Task instructions: Exactly the lines from the one that holds "readonly title: string;" to the end of the data below: retype these and nothing else.

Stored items
——————————

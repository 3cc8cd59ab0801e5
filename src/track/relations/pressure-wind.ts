/** What a pressure–wind relation may use. Winds are 1-min means at 10 m. */
export interface PressureWindInput {
  readonly latDeg: number;
  readonly lonDeg: number;
  /** two-letter code of the basin; null where not known */
  readonly basin: string | null;
  readonly translationMps: number;
  /** mean radius of 34 kt over the quadrants that have it, m; null where not known */
  readonly radiusOf34KtM: number | null;
  readonly ambientPressurePa: number;
  /** change of the central pressure, Pa/s, positive when filling; null where not known */
  readonly pressureTrendPaPerS: number | null;
  readonly airDensityKgM3: number;
}

/** A relation between maximum wind and central pressure. */
export interface PressureWindRelation {
  readonly id: string;
  readonly title: string;
  readonly source: string;
  readonly centralPressurePa: (maxWindMps: number, input: PressureWindInput) => number;
  readonly maxWindMps: (centralPressurePa: number, input: PressureWindInput) => number;
  /** what it had to assume because the track does not say it; null for nothing */
  readonly note?: (input: PressureWindInput) => string | null;
}

/** The wind at which a falling relation gives a pressure, by bisection between 0 and 120 m/s. */
export function windOfPressure(pressurePaOf: (maxWindMps: number) => number, centralPressurePa: number): number {
  let low = 0;
  let high = 120;
  for (let i = 0; i < 50; i++) {
    const middle = 0.5 * (low + high);
    if (pressurePaOf(middle) > centralPressurePa) low = middle;
    else high = middle;
  }
  return 0.5 * (low + high);
}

——————————

Your response:
  readonly title: string;
  readonly source: string;
  readonly centralPressurePa: (maxWindMps: number, input: PressureWindInput) => number;
  readonly maxWindMps: (centralPressurePa: number, input: PressureWindInput) => number;
  /** what it had to assume because the track does not say it; null for nothing */
  readonly note?: (input: PressureWindInput) => string | null;
}

/** The wind at which a falling relation gives a pressure, by bisection between 0 and 120 m/s. */
export function windOfPressure(pressurePaOf: (maxWindMps: number) => number, centralPressurePa: number): number {
  let low = 0;
  let high = 120;
  for (let i = 0; i < 50; i++) {
    const middle = 0.5 * (low + high);
    if (pressurePaOf(middle) > centralPressurePa) low = middle;
    else high = middle;
  }
  return 0.5 * (low + high);
}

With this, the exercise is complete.